Inventive Principle:
Principle #24Intermediary (Mediator)

Data Source

PatentUS20260073334A1System and method for secure ai-based financial technology governance and risk management
Publication Date: 2026.03.12 MAHESHKAR JAYKUMAR AMBADAS
  • US20260073334A1 patent drawing
  • US20260073334A1 patent drawing
  • US20260073334A1 patent drawing

AI summary

The present invention discloses a system and method for secure artificial intelligence-based financial technology governance and risk management, designed to provide real-time, autonomous, and verifiable compliance assurance within digital financial ecosystems.
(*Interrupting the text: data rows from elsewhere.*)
impl Spacetime {
    /// Gathers what a panel shows. `None` (with a fault) where its frame moves across x.
    pub(super) fn of(
        job: &mut Job<'_>,
        index: usize,
        panel: &Panel,
        from: &Viewing,
    ) -> Option<Self> {
        let field = format!("panels.{index}");
        if along_x(from.boost).is_none() {
            job.fault(
                &format!("{field}.frame"),
                "a spacetime panel takes a boost along x, and this frame also moves across it",
                "choose a frame that moves along x alone, or an energy-momentum panel",
            );
            return None;
        }
        let events = events(job, index, panel, from);
        let tracks = tracks(job, index, panel, from);
        let cones = named_points(job, &panel.cones, &format!("{field}.cones"), from);
        let axes = axes(job, panel, from);
        let time_factor = axes.y.factor;
        let frames = frames(job, index, panel, from);
        let cuts = cuts(job, index, panel, (from, time_factor));
        let across = events.iter().any(|(id, _)| {
            job.solved
                .events
                .get(&id.name)
                .is_some_and(|event| event.at.y != 0.0)
        });
        let is_projection = across || tracks.iter().any(|track| track.has_across);
        if is_projection {
            job.projection(
                &field,
                format!(
                    "panel {} shows t and x alone: what moves across is drawn in projection",
                    letter(index)
                ),
            );
        }
        let units = job.solved.units.clone();
        let range = &panel.range;
        let t = job.range(range.t.as_ref(), &units.time, &format!("{field}.range.t"));
        let x = job.range(range.x.as_ref(), &units.length, &format!("{field}.range.x"));
        let x = x.map(|(a, b)| (a / units.light_way, b / units.light_way));
        let points: Vec<Point> = events
            .iter()
            .map(|event| event.1)
            .chain(cones.iter().map(|cone| cone.1))
            .chain(cuts.iter().map(|cut| cut.at))
            .chain(frames.iter().map(|frame| frame.origin))
            .chain(
                tracks
                    .iter()
                    .filter(|t| t.is_marked)
                    .flat_map(|t| t.points.iter().copied()),
            )
            .collect();
        let loose = tracks
            .iter()
            .flat_map(|t| t.points.iter().copied())
            .collect::<Vec<_>>();
        let contents = contents(if points.is_empty() { &loose } else { &points });
        let has_arcs = panel.hyperbolas == Some(true);
        let wanted = Wanted { x, y: t, contents };
        Some(Self {
            events,
            tracks,
            cones,
            frames,
            cuts,
            has_arcs,
            axes,
            is_projection,
            wanted,
        })
    }

    /// Its own axes.
    pub(super) fn axes(&self) -> &Axes {
        &self.axes
    }

    /// What it shows, in words.
    pub(super) fn words(&self) -> Vec<String> {
        let events: Vec<&str> = self.events.iter().map(|(id, _)| &*id.name).collect();
        let lines: Vec<&str> = self
            .tracks
            .iter()
            .map(|track| &*track.object.name)
            .collect();
        let cones: Vec<&str> = self.cones.iter().map(|(id, _)| &*id.name).collect();
        let frames: Vec<&str> = self
            .frames
            .iter()
            .map(|frame| &*frame.object.name)
            .collect();
        [
            kind("event", &events),
            kind("worldline", &lines),
            (!cones.is_empty()).then(|| format!("the light cone of {}", cones.join(", "))),
            (!frames.is_empty()).then(|| format!("the axes of {}", frames.join(", "))),
        ]
        .into_iter()
        .flatten()
        .collect()
    }

    /// Draws it.
    pub(super) fn draw(&self, job: &mut Job<'_>, canvas: &mut Canvas<'_>, index: usize) {
        let axes = Axes {
            has_arcs: self.has_arcs && !self.frames.is_empty(),
            ..self.axes.clone()
        };
        let ticks = axes.ticks(canvas);
        let factors = [axes.y.factor, axes.x.factor];
        for (id, at) in &self.cones {
            cone(job, canvas, id, *at);
        }
        if self.has_arcs {
            arcs(canvas, &self.frames, &ticks, factors);
        }
        let group = canvas.group("axes");
        axes.draw(canvas, &mut job.names, &ticks, group);
        for frame in &self.frames {
            frame.draw(job, canvas, &ticks, factors, self.has_arcs);
        }
        for cut in &self.cuts {
            cut.draw(job, canvas);
        }
        let signals: Vec<&Track> = self
            .tracks
            .iter()
            .filter(|track| !track.draw(job, canvas))
            .collect();
        self.draw_events(job, canvas, index);
        for signal in signals {
            signal.draw_signal(job, canvas, &self.tracks);
        }
        if self.is_projection {
            job.remark(canvas, "projection: motion across x is not shown");
        }
    }

    fn draw_events(&self, job: &mut Job<'_>, canvas: &mut Canvas<'_>, index: usize) {
        let window = canvas.window;
        for (id, at) in &self.events {
            if !clip::holds(window.plane, *at) {
                job.names.fault(
                    Fault::new(
                        id.clone(),
                        "",
                        format!(
                            "it lies outside the range of panel {} of {}",
                            letter(index),
                            job.plate
                        ),
                        "widen the range, or take the event off the panel's list",
                    )
                    .finding(),
                );
                continue;
            }
            let p = window.mm(*at);
            let group = canvas.group(&id.to_string());
            canvas.fill(
                Layer::Event,
                group,
                outline::disc(p, canvas.style.event),
                INK,
            );
            let label = job
                .solved
                .events
                .get(&id.name)
                .and_then(|event| event.label.as_deref());
            let label = job.names.of(id, label);
            let (seek, blame) = (Seek::Around(p), Some(id.clone()));
            canvas.wish(Wish {
                rank: Rank::Event,
                group,
                blame,
                label,
                ink: INK,
                seek,
            });
        }
    }
}

fn events(
    job: &mut Job<'_>,
    index: usize,
    panel: &Panel,
    from: &Viewing,
) -> Vec<(ObjectId, Point)> {
    let known = &job.solved.events;
    let field = format!("panels.{index}.events");
    let names = job.chosen(panel.events.as_deref(), Kind::Event, &field, known);
    points(job, names, from)
}

fn points(job: &mut Job<'_>, names: Vec<Arc<str>>, from: &Viewing) -> Vec<(ObjectId, Point)> {
    let mut found = Vec::new();
    for name in names {
        let id = ObjectId {
            kind: Kind::Event,
            name,
        };
        let Some(event) = job.solved.events.get(&id.name) else {
            continue;
        };
        match job.solved.seen(event, from).and_then(drawable) {
            Some(p) => found.push((id, p)),
            None => job.names.fault(
                Fault::new(
                    id,
                    "",
                    "it is too far off to be drawn from this frame",
                    "choose a slower frame",
                )
                .finding(),
            ),
        }
    }
    found
}

fn named_points(
    job: &mut Job<'_>,
    names: &[String],
    field: &str,
    from: &Viewing,
) -> Vec<(ObjectId, Point)> {
    let known = &job.solved.events;
    let names = job.chosen(Some(names), Kind::Event, field, known);
    points(job, names, from)
}

fn tracks(job: &mut Job<'_>, index: usize, panel: &Panel, from: &Viewing) -> Vec<Track> {
    let known = &job.solved.lines;
    let names = job.chosen(
        panel.lines.as_deref(),
        Kind::Line,
        &format!("panels.{index}.lines"),
        known,
    );
    let mut found = Vec::new();
    for name in names {
        let Some(line) = job.solved.lines.get(&name) else {
            continue;
        };
        if let Some(track) = Track::of(&name, line, from) {
            found.push(track);
        }
    }
    found
}

/// The units of the viewing frame's axes: light's way of time in the length unit, or time in its own.
fn axes(job: &mut Job<'_>, panel: &Panel, from: &Viewing) -> Axes {
    let units = &job.solved.units;
    let length = units.length.latex();
    let x = Axis {
        symbol: "x".into(),
        unit: length.clone(),
        factor: units.light_way,
    };
    let y = match time_axis(panel, units) {
        TimeAxis::LightWay => Axis {
            symbol: "ct".into(),
            unit: length,
            factor: units.light_way,
        },
        TimeAxis::Time => Axis {
            symbol: "t".into(),
            unit: units.time.latex(),
            factor: 1.0,
        },
    };
    let primes = primes_of(job, from);
    let with = |axis: Axis| Axis {
        symbol: primed(&axis.symbol, primes),
        ..axis
    };
    Axes {
        x: with(x),
        y: with(y),
        has_arcs: false,
        has_halves: panel.axes.is_empty() && panel.hyperbolas != Some(true),
    }
}

/// How many primes the symbols of a viewing frame have.
pub(super) fn primes_of(job: &mut Job<'_>, from: &Viewing) -> usize {
    let name = from.name.as_deref().unwrap_or_default().to_owned();
    let base = job.solved.base_view();
    let is_base = from.boost == base.boost && from.origin == base.origin;
    job.inks.primes(&name, from.boost.rapidity(), is_base)
}

/// A symbol with primes.
pub(super) fn primed(symbol: &str, primes: usize) -> String {
    format!("{symbol}{}", "'".repeat(primes))
}

fn frames(job: &mut Job<'_>, index: usize, panel: &Panel, from: &Viewing) -> Vec<Tilted> {
    let mut found = Vec::new();
    for (i, name) in panel.axes.iter().enumerate() {
        let field = format!("panels.{index}.axes.{i}");
        let Some(observer) = job.observer(name, &field) else {
            continue;
        };
        let Some((rapidity, ink, primes)) = relative(job, &observer, from, &field) else {
            continue;
        };
        let Some(origin) = super::job::seen(observer.view.origin, from) else {
            continue;
        };
        if rapidity == 0.0 && origin == Point::ORIGIN {
            continue;
        }
        let time = match time_axis(panel, &job.solved.units) {
            TimeAxis::LightWay => "ct",
            TimeAxis::Time => "t",
        };
        let symbols = [primed(time, primes), primed("x", primes)];
        found.push(Tilted {
            object: observer.object,
            origin,
            rapidity,
            ink,
            symbols,
        });
    }
    found
}

/// What a panel's upright axis counts: as it says, else time where lengths are light's way of the time unit.
fn time_axis(panel: &Panel, units: &SolvedUnits) -> TimeAxis {
    let is_way = units
        .time
        .light_way()
        .is_some_and(|way| way.symbol == units.length.symbol);
    let usual = if is_way {
        TimeAxis::Time
    } else {
        TimeAxis::LightWay
    };
    panel.time_axis.unwrap_or(usual)
}

/// An observer's rapidity relative to a viewing frame, its ink and primes; a fault where it moves across.
fn relative(
    job: &mut Job<'_>,
    observer: &Observer,
    from: &Viewing,
    field: &str,
) -> Option<(f64, crate::marks::Ink, usize)> {
    let Some(rapidity) = along_x(observer.view.boost) else {
        job.fault(
            field,
            format!(
                "{} also moves across x, so its axes do not lie in the plane",
                observer.object
            ),
            "name a frame that moves along x alone",
        );
        return None;
    };
    let ink = job.inks.frame(rapidity);
    let primes = job
        .inks
        .primes(&observer.object.name, rapidity, observer.is_base);
    Some((
        rapidity.value() - from.boost.rapidity().value(),
        ink,
        primes,
    ))
}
The invention integrates a secure artificial intelligence processing unit, a governance control processor, a cryptographically anchored storage unit, a federated learning coordination processor, and a quantum-resistant communication interface enclosed within a tamper-proof hardware structure. The system performs encrypted machine learning computations on financial transaction data using homomorphic encryption and trusted execution environments to preserve confidentiality during analysis. It computes a governance risk index based on probabilistic inference and anomaly detection to identify regulatory deviations, applies adaptive compliance reasoning across multi-jurisdictional frameworks, and automatically enforces governance actions through secure decision logic.